* Directions: A single number is the answer here: how many lines below include "outer"?

[Opening Task input section]

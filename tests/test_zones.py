"""Zone sequences: each adjacent pair checked with the finer zone as base.

Scenario: INVENTED (a four-zone section core -> filter sand -> drain gravel ->
rockfill shell of an invented dam, "Larchfield"); the drain gravel is too
coarse for the filter sand, so the middle interface fails retention.

Rules: NRCS NEH 633-26 (October 1994) categories, D15F max (cat 2: 0.7 mm;
cat 4: 4 x d85B) and D15F min (4 x d15B, 0.1 mm), FROM MEMORY. The
intermediate-zone window is DERIVED from the same rules (see
``tamis.project.zones.intermediate_window``). Expected numbers below are computed
independently with numpy (log-linear interpolation), not by the code under test.
"""

from __future__ import annotations

import json
import subprocess
import sys

import numpy as np
import pytest

from tamis import SCREENING_NOTICE, api

CORE = {"passing": [{"opening_mm": 4.75, "passing_pct": 100}, {"opening_mm": 2.0, "passing_pct": 98},
                    {"opening_mm": 0.425, "passing_pct": 90}, {"opening_mm": 0.075, "passing_pct": 62},
                    {"opening_mm": 0.005, "passing_pct": 25}, {"opening_mm": 0.001, "passing_pct": 12}],
        "plasticity": {"liquid_limit": 32, "plasticity_index": 14}}
FILTER_SAND = {"passing": [{"opening_mm": 4.75, "passing_pct": 100}, {"opening_mm": 2.36, "passing_pct": 96},
                           {"opening_mm": 1.18, "passing_pct": 80}, {"opening_mm": 0.6, "passing_pct": 50},
                           {"opening_mm": 0.3, "passing_pct": 20}, {"opening_mm": 0.15, "passing_pct": 6},
                           {"opening_mm": 0.075, "passing_pct": 2}], "plasticity": {"nonplastic": True}}
DRAIN = {"passing": [{"opening_mm": 37.5, "passing_pct": 100}, {"opening_mm": 25.0, "passing_pct": 90},
                     {"opening_mm": 19.0, "passing_pct": 70}, {"opening_mm": 12.5, "passing_pct": 40},
                     {"opening_mm": 9.5, "passing_pct": 22}, {"opening_mm": 4.75, "passing_pct": 5},
                     {"opening_mm": 2.36, "passing_pct": 2}, {"opening_mm": 0.075, "passing_pct": 0.5}],
         "plasticity": {"nonplastic": True}}
SHELL = {"passing": [{"opening_mm": 300, "passing_pct": 100}, {"opening_mm": 200, "passing_pct": 80},
                     {"opening_mm": 100, "passing_pct": 45}, {"opening_mm": 50, "passing_pct": 20},
                     {"opening_mm": 25, "passing_pct": 8}, {"opening_mm": 4.75, "passing_pct": 2}]}

REQUEST = {"_source": "invented scenario (Larchfield dam section), not measured data",
           "zones": [{"name": "core", "test": CORE}, {"name": "filter sand", "test": FILTER_SAND},
                     {"name": "drain gravel", "test": DRAIN}, {"name": "shell", "role": "shell", "test": SHELL}],
           "rules": {"criteria": "nrcs-1994"}}


def _size(test, pct):
    pts = sorted((p["opening_mm"], p["passing_pct"]) for p in test["passing"])
    return float(np.exp(np.interp(pct, [p for _, p in pts], np.log([d for d, _ in pts]))))


def _call(req):
    return json.loads(api.handle(json.dumps({"schema": 1, "op": "zones", "id": 1, **req})))


def test_middle_interface_fails_and_names_it():
    r = _call(REQUEST)
    assert r["ok"], r
    res = r["result"]
    assert [(i["base"], i["filter"]) for i in res["interfaces"]] == [
        ("core", "filter sand"), ("filter sand", "drain gravel"), ("drain gravel", "shell")]
    assert [i["verdict"] for i in res["interfaces"]] == ["accept", "reject", "accept"]
    assert res["failing_interfaces"] == ["filter sand -> drain gravel"]
    assert res["verdict"] == "reject" and res["notice"] == SCREENING_NOTICE


def test_interface_limits_agree_with_independent_computation():
    res = _call(REQUEST)["result"]
    core_if, mid, outer = res["interfaces"]
    assert core_if["base_category"] == 2 and core_if["limits"]["d15_max_mm"] == 0.7
    assert core_if["limits"]["d15_min_mm"] == 0.1                      # 4 x d15B < 0.1 mm: the floor
    d85_fs = _size(FILTER_SAND, 85)
    assert mid["base_category"] == 4
    assert mid["limits"]["d15_max_mm"] == pytest.approx(4 * d85_fs, rel=1e-6)
    assert mid["limits"]["d15_min_mm"] == pytest.approx(4 * _size(FILTER_SAND, 15), rel=1e-6)
    ret = next(c for c in mid["checks"] if c["id"] == "filter.retention")
    assert ret["status"] == "fail" and ret["value"] == pytest.approx(_size(DRAIN, 15), rel=1e-6)
    # the drain gravel, a filter zone, is the shell's base: not regraded, category 4 on its own curve
    assert outer["base_category"] == 4 and outer["base_regraded"] is None
    assert outer["limits"]["d15_max_mm"] == pytest.approx(4 * _size(DRAIN, 85), rel=1e-6)
    # the core is the first zone: it has no gravel, so nothing to regrade either
    assert core_if["a_pct"] == pytest.approx(62.0)


def test_intermediate_zone_window_derived():
    res = _call(REQUEST)["result"]
    mid = res["interfaces"][1]
    win = mid["intermediate"]
    d15_drain = _size(DRAIN, 15)
    assert win["needed"] is True and win["feasible"] is True
    assert win["d15_min_mm"] == pytest.approx(4 * _size(FILTER_SAND, 15), rel=1e-6)
    assert win["d15_max_mm"] == pytest.approx(min(4 * _size(FILTER_SAND, 85), d15_drain / 4), rel=1e-6)
    assert win["d85_min_mm"] == pytest.approx(d15_drain / 4, rel=1e-6)
    assert res["interfaces"][0]["intermediate"] is None


def test_three_zone_sequence_second_interface_fails():
    req = {"zones": REQUEST["zones"][:3], "rules": {"criteria": "usbr-2011"}}
    res = _call(req)["result"]
    assert [i["verdict"] for i in res["interfaces"]][1] == "reject"
    assert res["interfaces"][0]["limits"]["d15_min_mm"] == 0.1


def test_zone_roles_decide_own_checks():
    res = _call(REQUEST)["result"]
    by = {z["name"]: z for z in res["zones"]}
    assert not any(c["id"].startswith("filter.") for c in by["core"]["checks"])
    assert not any(c["id"].startswith("filter.") for c in by["shell"]["checks"])
    assert any(c["id"] == "filter.fines" for c in by["filter sand"]["checks"])
    assert any(c["id"] == "stability.kezdi" for c in by["drain gravel"]["checks"])


@pytest.mark.parametrize("req,field", [
    ({"zones": [{"name": "a", "test": CORE}]}, "zones"),
    ({"zones": [{"name": "a", "test": CORE}, {"test": FILTER_SAND}]}, "zones[1].name"),
    ({"zones": [{"name": "a", "test": CORE}, {"name": "b"}]}, "zones[1].test"),
    ({"zones": [{"name": "a", "test": CORE}, {"name": "b", "role": "drain", "test": FILTER_SAND}]},
     "zones[1].role"),
    ({"zones": [{"name": "a", "test": CORE}, {"name": "b", "test": {"passing": [{"opening_mm": 1,
                                                                                 "passing_pct": 120}]}}]},
     "zones[1].test.passing"),
    ({"zones": REQUEST["zones"], "rules": {"criteria": "nrcs-2099"}}, "rules.criteria"),
])
def test_bad_input_names_the_field(req, field):
    r = _call(req)
    assert r["ok"] is False and r["error"]["field"].startswith(field), r["error"]


def test_cli_gives_the_same_answer(tmp_path):
    f = tmp_path / "zones.json"
    f.write_text(json.dumps(REQUEST), encoding="utf-8")
    out = subprocess.run([sys.executable, "-m", "tamis", "zones", str(f), "--compact"], capture_output=True,
                         text=True, check=False)
    assert out.returncode == 0, out.stderr
    assert json.loads(out.stdout) == json.loads(api.handle(json.dumps({"schema": 1, "op": "zones", "id": None,
                                                                       **REQUEST})))


def test_findings_name_their_zone_and_are_not_repeated():
    r = _call(REQUEST)
    fs = r["findings"]
    keys = [(f["code"], f["message"], f["field"]) for f in fs]
    assert len(keys) == len(set(keys))
    crit = [f for f in fs if f["code"] in ("wan_fell_range", "hazen_range")]
    assert crit and all(f["field"].startswith("zones[") for f in crit)


def test_gravelly_filter_zone_base_is_not_regraded_but_the_regraded_limit_is_reported():
    r = _call(REQUEST)
    notes = [f for f in r["findings"] if f["code"] == "zone_base_not_regraded"]
    assert len(notes) == 1 and notes[0]["field"] == "zones[2].test"     # the drain gravel under the shell
    forced = _call({**REQUEST, "rules": {"criteria": "nrcs-1994", "regrade": True}})["result"]
    outer = forced["interfaces"][2]
    assert outer["base_regraded"] is not None
    assert f"{outer['limits']['d15_max_mm']:.4g} mm" in notes[0]["message"]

[Closing Task input section]

* Task output: 6